:: EXERCISE AIM ::
Retype the records below from their first line through the line containing "export const DEFAULT_WINDOWS_YEARS: readonly", and include nothing else.
BEGIN INFORMATION
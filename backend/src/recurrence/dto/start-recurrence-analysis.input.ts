import { Type } from 'class-transformer';
import { ArrayMaxSize, ArrayMinSize, IsArray, IsInt, IsNumber, IsOptional, IsUUID, Max, Min, ValidateNested } from 'class-validator';
import { CountingRuleInput } from './segment-event-table.input';

/** Most draws one analysis may ask for: 20,000 keeps a run within a minute or so on one core. */
export const MAX_DRAWS = 20_000;
export const DEFAULT_DRAWS = 2_000;
export const DEFAULT_WINDOWS_YEARS: readonly number[] = [30, 50, 100];

export class StartRecurrenceAnalysisInput {
  @IsOptional()
  @IsUUID()
  segmentId?: string | null;

  @IsOptional()
  @IsUUID()
  siteId?: string | null;

  @IsOptional()
  @IsUUID()
  hypothesisId?: string | null;

  /** Calendar year CE the forecast windows start from. */
  @IsOptional()
  @IsInt()
  @Min(-50_000)
  @Max(3_000)
  forecastStartYear?: number | null;

  @IsOptional()
  @IsArray()
  @ArrayMinSize(1)
  @ArrayMaxSize(10)
  @IsNumber({ allowNaN: false, allowInfinity: false }, { each: true })
  @Min(1, { each: true, message: 'forecast windows must be at least 1 year' })
  @Max(10_000, { each: true, message: 'forecast windows must be at most 10,000 years' })
  windowsYears?: number[] | null;

  @IsOptional()
  @IsInt()
  @Min(100, { message: 'draws must be at least 100 for the 95 % ranges to mean anything' })
  @Max(MAX_DRAWS, { message: `draws must be at most ${MAX_DRAWS}` })
  draws?: number | null;

  @IsOptional()
  @IsInt()
  @Min(0)
  @Max(2_147_483_647)
  seed?: number | null;

  @IsOptional()
  @IsUUID()
  releaseId?: string | null;

  /** Which of the segment's events count (segment analyses only); default: every tied event, untied events out. */
  @IsOptional()
  @ValidateNested()
  @Type(() => CountingRuleInput)
  countingRule?: CountingRuleInput | null;
}
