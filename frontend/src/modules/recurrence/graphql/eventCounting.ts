import { graphql } from '@/gql';

/** A segment's event table as the recurrence screens show it (preview, stored with an analysis). */
export const SegmentEventTableFieldsFragment = graphql(`
  fragment SegmentEventTableFields on SegmentEventTable {
    segmentId
    segmentName
    segmentStartKm
    segmentEndKm
    hypothesisId
    hypothesisName
    hypothesisVersion
    rule {
      minimumSpanShare
      includeUntied
      qualityWeights
      confidenceWeights
    }
    rows {
      regionalEventId
      label
      members {
        eventHorizonId
        eventName
        siteId
        siteName
        alongStrikeKm
        segmentName
        quality
      }
      segmentNames
      spanShare
      throughGoing
      untied
      tieConfidences
      qualities
      medianCalBp
      counted
      inclusionProbability
      reason
    }
    countedEvents
    expectedEvents
    weighted
    note
  }
`);

/** The table a segment analysis would use under a hypothesis and a counting rule. */
export const SegmentEventTableDocument = graphql(`
  query SegmentEventTable($input: SegmentEventTableInput!) {
    segmentEventTable(input: $input) {
      ...SegmentEventTableFields
    }
  }
`);

/** The table a finished analysis stored, with the draws' record sizes and interval shares. */
export const AnalysisEventTableDocument = graphql(`
  query AnalysisEventTable($id: ID!) {
    recurrenceAnalysis(id: $id) {
      id
      recordEvents {
        median
        low95
        high95
      }
      intervals {
        index
        shareOfDraws
      }
      eventTable {
        ...SegmentEventTableFields
      }
    }
  }
`);

/** Two finished analyses side by side. */
export const RecurrenceComparisonDocument = graphql(`
  query RecurrenceComparison($analysisAId: ID!, $analysisBId: ID!) {
    recurrenceComparison(analysisAId: $analysisAId, analysisBId: $analysisBId) {
      analysisA {
        id
        hypothesis {
          id
          name
        }
        hypothesisVersion
      }
      analysisB {
        id
        hypothesis {
          id
          name
        }
        hypothesisVersion
      }
      settingDifferences
      events {
        regionalEventId
        label
        difference
        a {
          counted
          inclusionProbability
          spanShare
          throughGoing
          untied
          medianCalBp
          reason
        }
        b {
          counted
          inclusionProbability
          spanShare
          throughGoing
          untied
          medianCalBp
          reason
        }
      }
      statistics {
        quantity
        unit
        a {
          median
          low95
          high95
        }
        b {
          median
          low95
          high95
        }
        medianDifference
        rangesOverlap
      }
      probabilities {
        model
        windowYears
        a {
          median
          low95
          high95
        }
        b {
          median
          low95
          high95
        }
        medianDifference
        rangesOverlap
      }
      note
      caution
    }
  }
`);
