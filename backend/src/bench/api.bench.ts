/**
 * Load benchmarks through the real API: the built server runs as a child process against a
 * throw-away database beside the configured one, seeded with a 40-site project; autocannon
 * drives the event-ladder query and a 10,000-row lab sheet is imported. Called by `npm run bench`.
 */
import bcrypt from 'bcryptjs';
import { ChildProcess, spawn } from 'node:child_process';
import { randomBytes } from 'node:crypto';
import { existsSync, readFileSync } from 'node:fs';
import { createServer } from 'node:net';
import { loadavg } from 'node:os';
import { join } from 'node:path';
import { Client, Pool } from 'pg';
import { storeDensity, StoredAgeModelResults } from '../age-models/age-model-results';
import { normalDensity, summarise } from '../chronology/common/density';
import { SeededRandom } from '../chronology/common/random';
import { loadConfig } from '../config/config';

export interface LadderLoadBench {
  sites: number;
  events: number;
  samples: number;
  connections: number;
  seconds: number;
  requests: number;
  /** Requests that failed, answered non-2xx, or carried GraphQL errors in the checked sample. */
  failures: number;
  coldMs: number;
  p50Ms: number;
  p95Ms: number;
  p99Ms: number;
  requestsPerSecond: number;
  responseBytes: number;
  /** Peak resident memory of the API process (VmHWM) after the load, MiB; null off Linux. */
  peakRssMiB: number | null;
  /**
   * CPU time (user + system) the API process spent per request during the load, ms; null off
   * Linux. Less moved than the latencies by other work on a shared machine.
   */
  cpuMsPerRequest: number | null;
  /** The machine's 1-minute load average as the load started (other work on a shared machine). */
  loadAverage: number;
}

export interface ImportBench {
  rows: number;
  validateSeconds: number;
  commitSeconds: number;
  committed: boolean;
  errors: number;
  peakRssMiB: number | null;
}

/** One of issue 17's probes, replayed: how long the API took and how much it answered. */
export interface ProbeBench {
  probe: string;
  ms: number;
  bytes: number;
  /** The first error code, or 'OK'. */
  outcome: string;
}

/** Issue 17's reset timing: answer times of `requestPasswordReset` for addresses with and without an account. */
export interface ResetTimingBench {
  requests: number;
  knownMedianMs: number;
  unknownMedianMs: number;
  knownMs: number[];
  unknownMs: number[];
}

export interface ApiBench {
  /** The ladder query with its densities as points (the page itself now asks for densityGrid). */
  ladder: LadderLoadBench;
  /** The same with the thinned `densityGrid` the schema recommends instead of points. */
  ladderGrid: LadderLoadBench;
  /** The page query with the answer cache off (`LADDER_CACHE_MIB=0`): every request executed. */
  ladderUncached: LadderLoadBench;
  import: ImportBench;
}

export interface ApiProbesBench {
  /** Issue 17's probes with their time and answer size (refused or bounded). */
  probes: ProbeBench[];
  resetTiming: ResetTimingBench;
}

/** What this file uses of autocannon (which ships no types). */
interface AutocannonResult {
  requests: { total: number; average: number };
  errors: number;
  timeouts: number;
  non2xx: number;
  duration: number;
}
interface AutocannonInstance extends PromiseLike<AutocannonResult> {
  on(event: 'response', listener: (client: unknown, statusCode: number, bytes: number, responseTimeMs: number) => void): void;
}
type Autocannon = (options: {
  url: string;
  connections: number;
  duration: number;
  method: 'POST';
  headers: Record<string, string>;
  body: string;
}) => AutocannonInstance;

const SITES = 40;
const EVENTS_PER_SITE = 15;
const SAMPLES_PER_SITE = 50;
const UNITS_PER_SITE = EVENTS_PER_SITE + 1;
const DRAWS = 4000;
const CONNECTIONS = 20;
const LOAD_SECONDS = 10;
const IMPORT_ROWS = 10_000;
const PASSWORD = 'bench-password-1';

/** The ladder query of frontend/src/modules/correlation/graphql/ladder.ts as it was, with densities as points. */
const LADDER_QUERY = `query EventLadder($projectId: ID!) {
  eventLadder(projectId: $projectId) {
    columns {
      site { id name kind alongStrikeKm segment { id name } }
      latestAgeModelRun { id stale }
      events {
        medianCalBp
        eventHorizon { id name quality }
        hpd95 { olderCalBp youngerCalBp probability }
        density { calBp probability }
      }
    }
  }
  project(id: $projectId) { id name myRole myPermissions tectonicSetting hypotheses { id name preferred version } }
}`;

/** The query the ladder page sends now: `densityGrid` in place of `density` points. */
const LADDER_GRID_QUERY = LADDER_QUERY.replace('density { calBp probability }', 'densityGrid { startCalBp stepYears values }');

const IMPORT_MUTATION = `mutation($i: ImportSamplesInput!) { importSamples(input: $i) { rowCount committed errors { row field message } } }`;

function freePort(): Promise<number> {
  return new Promise((resolve, reject) => {
    const server = createServer();
    server.on('error', reject);
    server.listen(0, '127.0.0.1', () => {
      const address = server.address();
      server.close(() => resolve(typeof address === 'object' && address ? address.port : 0));
    });
  });
}

function withDatabase(base: string, database: string): string {
  const url = new URL(base);
  url.pathname = `/${database}`;
  return url.toString();
}

function percentile(sorted: number[], p: number): number {
  if (sorted.length === 0) return Number.NaN;
  return sorted[Math.min(sorted.length - 1, Math.floor(p * sorted.length))];
}

/** Peak resident set of a process from /proc (Linux), MiB. */
function peakRssMiB(pid: number | undefined): number | null {
  const status = `/proc/${pid}/status`;
  if (pid === undefined || !existsSync(status)) return null;
  const match = /VmHWM:\s+(\d+) kB/.exec(readFileSync(status, 'utf8'));
  return match ? Number(match[1]) / 1024 : null;
}

/** CPU time (user + system) a process has used so far, ms, from /proc (Linux); null elsewhere. */
function cpuMs(pid: number | undefined): number | null {
  const stat = `/proc/${pid}/stat`;
  if (pid === undefined || !existsSync(stat)) return null;
  // Fields after the command name (which may hold spaces): utime and stime are the 12th and 13th, in clock ticks.
  const text = readFileSync(stat, 'utf8');
  const fields = text.slice(text.lastIndexOf(')') + 2).split(' ');
  return ((Number(fields[11]) + Number(fields[12])) * 1000) / CLOCK_TICKS_PER_SECOND;
}

/** Linux's USER_HZ, the unit of /proc's CPU times (100 on every common architecture) [common practice]. */
const CLOCK_TICKS_PER_SECOND = 100;
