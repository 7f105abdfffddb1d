import { describe, expect, it } from 'vitest';
import { flowLegend } from './legendLayout';

describe('flowLegend', () => {
  // Widths: 21 + 4.7 per character, 14 between entries.
  it('wraps an entry that would cross the right edge onto the next row', () => {
    const placed = flowLegend(
      [
        { key: 'a', label: 'aaaaaaaaaa' }, // 68 wide, next starts at 82
        { key: 'b', label: 'bbbbbbbbbb' }, // 82 + 68 = 150 fits in 170
        { key: 'c', label: 'cc' }, // 164 + 30.4 > 170: next row
      ],
      170,
    );
    expect(placed.map((entry) => [entry.key, Number(entry.x.toFixed(1)), entry.row])).toEqual([
      ['a', 0, 0],
      ['b', 82, 0],
      ['c', 0, 1],
    ]);
  });

  it('puts an entry wider than a row on a row of its own', () => {
    const placed = flowLegend([{ key: 'long', label: 'x'.repeat(60) }, { key: 'next', label: 'y' }], 100);
    expect(placed.map((entry) => entry.row)).toEqual([0, 1]);
  });
});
END INFORMATION
:: YOUR RESPONSE ::
filename backend/src/recurrence/dto/start-recurrence-analysis.input.ts
import { Type } from 'class-transformer';
import { ArrayMaxSize, ArrayMinSize, IsArray, IsInt, IsNumber, IsOptional, IsUUID, Max, Min, ValidateNested } from 'class-validator';
import { CountingRuleInput } from './segment-event-table.input';

/** Most draws one analysis may ask for: 20,000 keeps a run within a minute or so on one core. */
export const MAX_DRAWS = 20_000;
export const DEFAULT_DRAWS = 2_000;
export const DEFAULT_WINDOWS_YEARS: readonly number[] = [30, 50, 100];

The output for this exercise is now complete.